[Opening DATA RECORDS section]

package org.riffle.log;

import java.nio.charset.Charset;
import java.time.Instant;
import java.util.ArrayList;
import java.util.List;
import java.util.Locale;
import java.util.Optional;

/**
 * Turns the columns of a finished {@link TablePass} into a {@link Recording}: refuses a table with too
 * many damaged rows, audits the time column, builds the time base (explicit times, else the given or
 * preamble sample rate, else indexed), and splits numeric from mostly-text columns (more text cells than
 * number cells).
 *
 * <p>Stateless and thread-safe.
 */
final class Assembler {
    private Assembler() {
    }

    static Recording build(Source src, Layout layout, TablePass pass, Charset cs, ReadOptions opt)
            throws LogException {
        Columns cols = pass.cols;
        cols.trim();
        int rows = cols.rows;
        List<String> warnings = new ArrayList<>(layout.notes());
        checkDamage(src.name, layout, pass.damage, rows, warnings);
        if (rows == 0) {
            throw new LogException(src.name, 0, 0, layout.dialect().header()
                    ? "no data rows under the header (line " + (layout.dataLine() - (layout.dialect().unitsRow() ? 2 : 1))
                    + ")" : "no data rows");
        }
        TimeBase time;
        List<TimeIssue> issues = List.of();
        if (layout.hasTime()) {
            TimeAudit.Result audit = TimeAudit.audit(cols.seconds, pass.rowLines);
            warnings.addAll(audit.notes());
            issues = audit.issues();
            long first = pass.firstNanos();
            Instant origin = layout.absoluteTime() && first != Stamps.FAIL
                    ? Instant.ofEpochSecond(Math.floorDiv(first, Stamps.NANOS_PER_SECOND),
                    Math.floorMod(first, Stamps.NANOS_PER_SECOND)) : null;
            time = TimeBase.adoptExplicit(cols.seconds, audit.rateHz(), origin);
            if (opt.sampleRateHz().isPresent()) {
                warnings.add("--rate ignored: the log has a time column (give --time-column none to use --rate)");
            }
        } else {
            time = untimed(rows, layout, opt, warnings);
        }
        List<Channel> channels = new ArrayList<>();
        List<TextChannel> texts = new ArrayList<>();
        for (int j = 0; j < layout.columns(); j++) {
            float[] v = cols.values[j];
            if (v == null) {
                continue;
            }
            int missing = 0;
            for (float x : v) {
                missing += x != x ? 1 : 0;
            }
            int text = cols.textCells(j);
            String name = layout.names()[j];
            if (text > rows - missing) {
                texts.add(new TextChannel(name, cols.distinct(j)));
            } else {
                channels.add(Channel.adopt(name, layout.units()[j], v));
                if (text > 0) {
                    warnings.add("column '" + name + "': " + text + " text cells read as missing samples (e.g. '"
                            + cols.distinct(j).get(0) + "')");
                }
            }
        }
        String format = layout.dialect().describe() + (src.gzipped ? ", gzip" : "")
                + (layout.timeText().isEmpty() ? ", no time column" : ", " + layout.timeText());
        SourceFacts facts = new SourceFacts(src.name, src.sizeBytes, format, cs.name(), layout.preamble(), warnings,
                Optional.of(layout.dialect()));
        return new Recording(facts, time, channels, texts, issues);
    }

    private static TimeBase untimed(int rows, Layout layout, ReadOptions opt, List<String> warnings) {
        if (opt.sampleRateHz().isPresent()) {
            return TimeBase.regular(rows, opt.sampleRateHz().getAsDouble(), null);
        }
        Preamble.Rate r = Preamble.rate(layout.preamble());
        if (r != null) {
            warnings.add(String.format(Locale.ROOT, "sample rate %s Hz taken from the preamble line '%s'",
                    fmt(r.hz()), r.line()));
            return TimeBase.regular(rows, r.hz(), null);
        }
        warnings.add("no time column: samples are numbered (give --rate to set a sample rate)");
        return TimeBase.indexed(rows);
    }

    private static String fmt(double v) {
        return v == Math.rint(v) && Math.abs(v) < 1e15 ? Long.toString((long) v) : Double.toString(v);
    }

    /** {@code "1 row"}, {@code "2 rows"}: a count with its noun. */
    private static String rows(int n, String noun) {
        return n + " " + noun + (n == 1 ? "" : "s");
    }

    /** Refuses more short rows or unreadable times than one per thousand rows (at least one); else warns. */
    private static void checkDamage(String file, Layout layout, TablePass.Damage d, int rows, List<String> warnings)
            throws LogException {
        int allowed = Math.max(1, rows / 1000);
        int columns = layout.columns();
        if (d.shortRows > allowed) {
            throw new LogException(file, d.firstShortLine, 0, d.firstShortFields + " of " + columns
                    + " fields, and " + rows(d.shortRows - 1, "more short row") + ": not a consistent table;"
                    + " check the delimiter (--delimiter) or the lines to skip (--skip-rows)");
        }
        if (d.shortRows > 0) {
            warnings.add(rows(d.shortRows, "row") + " with fewer fields than the "
                    + columns + " columns (first at line " + d.firstShortLine + "): the missing cells count as"
                    + " missing samples");
        }
        if (d.badTimeRows > allowed) {
            throw new LogException(file, d.firstBadTimeLine, 0, "'" + d.firstBadTime + "' is not a time like the"
                    + " rows above (" + layout.timeText() + "), and " + rows(d.badTimeRows - 1, "more such row"));
        }
        if (d.badTimeRows > 0) {
            warnings.add(rows(d.badTimeRows, "row") + " dropped: the time does not read"
                    + " (first at line " + d.firstBadTimeLine + ": '" + d.firstBadTime + "')");
        }
    }
}
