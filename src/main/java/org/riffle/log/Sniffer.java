package org.riffle.log;

import java.util.ArrayList;
import java.util.HashMap;
import java.util.List;
import java.util.Map;

/**
 * Works out the layout of a delimited log from its first lines (at most {@link #MAX_LINES}): the
 * delimiter, where the table starts (lines before it are the preamble), whether its first row holds
 * names and its second row units, and the decimal mark. Columns and time are then typed by
 * {@link ColumnSniffer}.
 *
 * <p>The delimiter is the candidate (comma, semicolon, tab, bar, whitespace) that splits the most lines
 * into the same number of fields (at least two); ties go to the one whose fields read more often as
 * numbers, times or missing-value tokens, then to the order tab, semicolon, comma, bar, whitespace.
 *
 * <p>Stateless and thread-safe.
 */
final class Sniffer {
    static final int MAX_LINES = 400;
    private static final char[] CANDIDATES = {'\t', ';', ',', '|', Dialect.WHITESPACE};

    private Sniffer() {
    }

    /** The lines of the table as split: their 1-based line numbers and cells. */
    record Rows(List<Long> lines, List<List<String>> cells) {
        int size() {
            return lines.size();
        }
    }

    /**
     * Sniffs {@code head}, the first complete lines of the file (index 0 is line 1).
     *
     * @throws LogException when there is no table to read, or the options clash with the file
     */
    static Layout sniff(String file, List<String> head, ReadOptions opt, boolean wholeFile) throws LogException {
        head = joinQuoted(head);
        List<Integer> content = new ArrayList<>();
        int skip = opt.skipRows().orElse(0);
        for (int i = skip; i < head.size() && content.size() < MAX_LINES; i++) {
            if (head.get(i) != null && !isBlankOrComment(head.get(i))) {
                content.add(i);
            }
        }
        if (content.isEmpty()) {
            throw new LogException(file, 0, 0, head.isEmpty() || !wholeFile ? "no table found in the first "
                    + head.size() + " lines" : "no table: only blank or comment lines");
        }
        char d = opt.delimiter().isPresent() ? opt.delimiter().get() : chooseDelimiter(head, content);
        List<List<String>> split = new ArrayList<>();
        for (int i : content) {
            split.add(Splitter.split(head.get(i), d));
        }
        int t0 = opt.skipRows().isPresent() ? 0 : tableStart(split);
        List<String> preamble = new ArrayList<>();
        int firstTableLine = content.get(t0);
        for (int i = 0; i < firstTableLine; i++) {
            if (head.get(i) != null && !head.get(i).isBlank()) {
                preamble.add(stripTrailingDelimiters(head.get(i), d));
            }
        }
        Rows rows = new Rows(new ArrayList<>(), new ArrayList<>());
        boolean quoted = false;
        for (int k = t0; k < content.size(); k++) {
            int i = content.get(k);
            rows.lines().add(i + 1L);
            rows.cells().add(split.get(k));
            quoted |= head.get(i).indexOf('"') >= 0;
        }
        return ColumnSniffer.type(file, rows, d, quoted, firstTableLine, preamble, opt);
    }

    /**
     * The lines with a quoted field that spans lines joined into the first of them (with a line feed);
     * the lines it swallowed become null, so indices stay line numbers.
     */
    static List<String> joinQuoted(List<String> head) {
        List<String> out = new ArrayList<>(head);
        for (int i = 0; i < out.size(); i++) {
            String l = out.get(i);
            int j = i;
            while ((Splitter.quotes(l) & 1) == 1 && j + 1 < out.size()) {
                l = l + "\n" + out.get(++j);
                out.set(j, null);
            }
            out.set(i, l);
            i = j;
        }
        return out;
    }

    static boolean isBlankOrComment(String line) {
        String t = line.strip();
        return t.isEmpty() || t.startsWith("#") || t.startsWith("//");
    }

    private static String stripTrailingDelimiters(String line, char d) {
        int e = line.length();
        while (e > 0 && (line.charAt(e - 1) == d || Character.isWhitespace(line.charAt(e - 1)))) {
            e--;
        }
        return line.substring(0, e);
    }

    /** The candidate delimiter that splits the most lines alike. */
    static char chooseDelimiter(List<String> head, List<Integer> content) {
        char best = ',';
        int bestScore = 0;
        double bestValues = -1;
        for (char d : CANDIDATES) {
            List<List<String>> split = new ArrayList<>();
            for (int i : content) {
                split.add(d == Dialect.WHITESPACE ? Splitter.splitWhitespace(head.get(i)) : Splitter.split(head.get(i), d));
            }
            int k = modalWidth(split.subList(split.size() / 2, split.size()));
            if (k < 2) {
                continue;
            }
            int score = 0;
            int cells = 0;
            int values = 0;
            for (List<String> f : split) {
                if (f.size() == k) {
                    score++;
                    for (String c : f) {
                        cells++;
                        values += ColumnSniffer.valueLike(c) ? 1 : 0;
                    }
                }
            }
            double valueShare = cells == 0 ? 0 : values / (double) cells;
            if (score > bestScore || (score == bestScore && valueShare > bestValues + 1e-9)) {
                best = d;
                bestScore = score;
                bestValues = valueShare;
            }
        }
        return best;
    }

    /** The most common number of fields among lines with two or more; ties go to the wider; 1 if none. */
    static int modalWidth(List<List<String>> split) {
        Map<Integer, Integer> freq = new HashMap<>();
        for (List<String> f : split) {
            if (f.size() >= 2) {
                freq.merge(f.size(), 1, Integer::sum);
            }
        }
        int best = 1;
        int bestCount = 0;
        for (Map.Entry<Integer, Integer> e : freq.entrySet()) {
            if (e.getValue() > bestCount || (e.getValue() == bestCount && e.getKey() > best)) {
                best = e.getKey();
                bestCount = e.getValue();
            }
        }
        return best;
    }

    /**
     * Index of the table's first line among the split content lines: for a table of K ≥ 2 fields, the
     * first line of K fields followed by another of K fields (or last); for a single column, the line
     * before the run of values that ends the head (its header), or the run's first line.
     */
    static int tableStart(List<List<String>> split) {
        int k = modalWidth(split.subList(split.size() / 2, split.size()));
        if (k >= 2) {
            for (int i = 0; i < split.size(); i++) {
                if (split.get(i).size() == k && (i + 1 == split.size() || split.get(i + 1).size() == k)) {
                    return i;
                }
            }
            return 0;
        }
        int run = split.size();
        while (run > 0 && split.get(run - 1).size() == 1 && ColumnSniffer.valueLike(split.get(run - 1).get(0))) {
            run--;
        }
        if (run == split.size()) {
            return split.size() - 1;
        }
        return run > 0 ? run - 1 : 0;
    }
}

[Closing DATA RECORDS section]

## WORK ORDER
Please copy the lines in the records above between the one holding "import java.util.Locale;" and the one holding "ignored: the log", inclusive, exactly and with no other line.

## RESPONSE TO THIS EXERCISE
import java.util.Locale;
import java.util.Optional;

/**
 * Turns the columns of a finished {@link TablePass} into a {@link Recording}: refuses a table with too
 * many damaged rows, audits the time column, builds the time base (explicit times, else the given or
 * preamble sample rate, else indexed), and splits numeric from mostly-text columns (more text cells than
 * number cells).
 *
 * <p>Stateless and thread-safe.
 */
final class Assembler {
    private Assembler() {
    }

    static Recording build(Source src, Layout layout, TablePass pass, Charset cs, ReadOptions opt)
            throws LogException {
        Columns cols = pass.cols;
        cols.trim();
        int rows = cols.rows;
        List<String> warnings = new ArrayList<>(layout.notes());
        checkDamage(src.name, layout, pass.damage, rows, warnings);
        if (rows == 0) {
            throw new LogException(src.name, 0, 0, layout.dialect().header()
                    ? "no data rows under the header (line " + (layout.dataLine() - (layout.dialect().unitsRow() ? 2 : 1))
                    + ")" : "no data rows");
        }
        TimeBase time;
        List<TimeIssue> issues = List.of();
        if (layout.hasTime()) {
            TimeAudit.Result audit = TimeAudit.audit(cols.seconds, pass.rowLines);
            warnings.addAll(audit.notes());
            issues = audit.issues();
            long first = pass.firstNanos();
            Instant origin = layout.absoluteTime() && first != Stamps.FAIL
                    ? Instant.ofEpochSecond(Math.floorDiv(first, Stamps.NANOS_PER_SECOND),
                    Math.floorMod(first, Stamps.NANOS_PER_SECOND)) : null;
            time = TimeBase.adoptExplicit(cols.seconds, audit.rateHz(), origin);
            if (opt.sampleRateHz().isPresent()) {
                warnings.add("--rate ignored: the log has a time column (give --time-column none to use --rate)");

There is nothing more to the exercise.